[Task data Boundary: Start]

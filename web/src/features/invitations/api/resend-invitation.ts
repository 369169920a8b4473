import type { InvitationSummary } from '@driftmark/shared';
import { useMutation, useQueryClient } from '@tanstack/react-query';
import { api } from '@/lib/api-client';
import { invitationKeys } from './keys';

/** POST /api/invitations/:id/resend: a new link and expiry, e-mailed again. */
export function resendInvitation(id: string): Promise<InvitationSummary> {
  return api.post<InvitationSummary>(`/api/invitations/${encodeURIComponent(id)}/resend`);
}

export function useResendInvitation() {
  const queryClient = useQueryClient();
  return useMutation({
    mutationFn: resendInvitation,
    onSuccess: (updated) => {
      queryClient.setQueryData<InvitationSummary[]>(invitationKeys.list(), (list) =>
        list?.map((i) => (i.id === updated.id ? updated : i)),
      );
      return queryClient.invalidateQueries({ queryKey: invitationKeys.list() });
    },
  });
}
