import type { AcceptInvitationRequest, Me } from '@driftmark/shared';
import { useMutation, useQueryClient } from '@tanstack/react-query';
import { api } from '@/lib/api-client';
import { invitationKeys } from './keys';

/** POST /api/invitations/accept (public): creates the account and signs it in. */
export function acceptInvitation(body: AcceptInvitationRequest): Promise<Me> {
  return api.post<Me>('/api/invitations/accept', body);
}

export function useAcceptInvitation(options: { onSuccess?: (me: Me) => void } = {}) {
  const queryClient = useQueryClient();
  return useMutation({
    mutationFn: acceptInvitation,
    onSuccess: (me, variables) => {
      // The link is spent now; a stale "valid" preview must not linger.
      queryClient.removeQueries({ queryKey: invitationKeys.lookup(variables.token) });
      options.onSuccess?.(me);
    },
  });
}
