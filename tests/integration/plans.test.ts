import {
  GUARDRAIL_DEFAULTS,
  dayView,
  guardrailWarning,
  planVersionView,
  planView,
  type GuardrailWarning,
} from '@driftmark/shared';
import { afterAll, beforeAll, beforeEach, describe, expect, it } from 'vitest';
import { Athlete } from '../../api/src/entities/athlete.entity.js';
import type { User } from '../../api/src/entities/user.entity.js';
import { PlanRepository } from '../../api/src/repositories/plan.repository.js';
import { createAthlete, type CreatedAthlete } from '../factories/athletes.js';
import { FACTORY_PASSWORD } from '../factories/password.js';
import { createCoach, createOwner } from '../factories/users.js';
import { weighInBody } from './check-ins-helpers.js';
import {
  countPlanRows,
  planContent,
  planRows,
  safeTargets,
  supplement,
  versionBody,
} from './plans-helpers.js';
import { buildTestApp, signedIn, type TestApp } from './setup/app.js';

// Tuesday 1 December 2026, 11:00 in Madrid (UTC+1).
const TODAY = '2026-12-01';
let now = new Date('2026-12-01T10:00:00Z');

let t: TestApp;
beforeAll(async () => {
  t = await buildTestApp({}, { clock: () => now });
});
afterAll(() => t.close());

let owner: User;
let coach: User;
let me: CreatedAthlete;
let coachAgent: Awaited<ReturnType<typeof signedIn>>;
let base: string;

beforeEach(async () => {
  now = new Date('2026-12-01T10:00:00Z');
  await t.reset();
  owner = await createOwner(t.dataSource);
  coach = await createCoach(t.dataSource, { teamId: owner.teamId });
  me = await createAthlete(t.dataSource, { coach, user: { timeZone: 'Europe/Madrid' } });
  coachAgent = await signedIn(t.app, coach.email, FACTORY_PASSWORD);
  base = `/api/athletes/${me.athlete.id}`;
});

const dayAs = async (agent: typeof coachAgent, date: string) => {
  const res = await agent.get(`${base}/days/${date}`);
  expect(res.status).toBe(200);
  return dayView.parse(res.body.data);
};
const day = (date: string) => dayAs(coachAgent, date);

const create = (body: Record<string, unknown>) => coachAgent.post(`${base}/plan/versions`).send(body);

/** Saves a version, acknowledging whatever the server warns about. */
async function createAcknowledged(body: Record<string, unknown>) {
  const first = await create(body);
  if (first.status !== 409) return first;
  return create({ ...body, acknowledgedKeys: Object.keys(first.body.error.fields) });
}

describe('the plan view', () => {
  it('is empty before the first version, with the baseline now and the default floors', async () => {
    const res = await coachAgent.get(`${base}/plan`);
    expect(res.status).toBe(200);
    const view = planView.parse(res.body.data);
    expect(view).toMatchObject({
      athleteId: me.athlete.id,
      today: TODAY,
      versions: [],
      current: null,
      latest: null,
    });
    expect(view.baseline).toEqual({
      usualWaterMl: 2500,
      usualEnergyKcal: 2100,
      weightKg: null,
      sex: 'female',
    });
    expect(view.floors).toEqual(GUARDRAIL_DEFAULTS);
    expect(res.body.abilities).toEqual({ edit: true });
    const athlete = await signedIn(t.app, me.user.email, FACTORY_PASSWORD);
    const own = await athlete.get(`${base}/plan`);
    expect(own.status).toBe(200);
    expect(own.body.abilities).toEqual({ edit: false });
  });

  it('takes the trend weight over the last 60 days of weigh-ins (EWMA α 0.1, Walker, The Hacker’s Diet)', async () => {
    const athlete = await signedIn(t.app, me.user.email, FACTORY_PASSWORD);
    // 61 days ago is outside the window; then 80.0 and 80.4 → T = 80.0 + 0.1·0.4 = 80.04 (REFERENCES.md §8 day 2).
    for (const [date, weight] of [
      ['2026-10-01', 95],
      ['2026-11-29', 80.0],
      ['2026-11-30', 80.4],
    ] as const) {
      await athlete.put(`${base}/days/${date}/weigh-in`).send(weighInBody({ weight }));
    }
    const view = planView.parse((await coachAgent.get(`${base}/plan`)).body.data);
    expect(view.baseline.weightKg).toBeCloseTo(80.04, 9);
  });
});
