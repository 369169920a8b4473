import type { Role } from '@driftmark/shared';
import { queryOptions, useQuery } from '@tanstack/react-query';
import { api } from '@/lib/api-client';
import { invitationKeys } from './keys';

export interface TeamMember {
  id: string;
  name: string;
  email: string;
  role: Role;
}

/** GET /api/team/members (staff): the coaching staff of the team. */
export function getTeamMembers(signal?: AbortSignal): Promise<TeamMember[]> {
  return api.get<TeamMember[]>('/api/team/members', signal);
}

export function teamMembersQueryOptions() {
  return queryOptions({
    queryKey: invitationKeys.teamMembers(),
    queryFn: ({ signal }) => getTeamMembers(signal),
    staleTime: 5 * 60_000,
  });
}

export function useTeamMembers(options: { enabled?: boolean } = {}) {
  return useQuery({ ...teamMembersQueryOptions(), enabled: options.enabled ?? true });
}
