import type { InvitationSummary } from '@driftmark/shared';
import { useMutation, useQueryClient } from '@tanstack/react-query';
import { api } from '@/lib/api-client';
import { invitationKeys } from './keys';

/** DELETE /api/invitations/:id: the link stops working at once. */
export function revokeInvitation(id: string): Promise<void> {
  return api.delete(`/api/invitations/${encodeURIComponent(id)}`);
}

export function useRevokeInvitation() {
  const queryClient = useQueryClient();
  return useMutation({
    mutationFn: revokeInvitation,
    onSuccess: (_void, id) => {
      queryClient.setQueryData<InvitationSummary[]>(invitationKeys.list(), (list) =>
        list?.filter((i) => i.id !== id),
      );
      return queryClient.invalidateQueries({ queryKey: invitationKeys.list() });
    },
  });
}
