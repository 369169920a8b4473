import type { InvitationPreview } from '@driftmark/shared';
import { queryOptions, useQuery } from '@tanstack/react-query';
import { api } from '@/lib/api-client';
import { invitationKeys } from './keys';

/** GET /api/invitations/lookup/:token (public); 410 token_invalid when expired, used or unknown. */
export function lookupInvitation(token: string, signal?: AbortSignal): Promise<InvitationPreview> {
  return api.get<InvitationPreview>(`/api/invitations/lookup/${encodeURIComponent(token)}`, signal);
}

export function lookupInvitationQueryOptions(token: string) {
  return queryOptions({
    queryKey: invitationKeys.lookup(token),
    queryFn: ({ signal }) => lookupInvitation(token, signal),
    staleTime: 60_000,
  });
}

export function useInvitationLookup(token: string) {
  return useQuery(lookupInvitationQueryOptions(token));
}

[Task data Boundary: End]

Exercise directions
In the listing above, count the lines that contain "factories". Give the number and nothing else.

Exercise result
3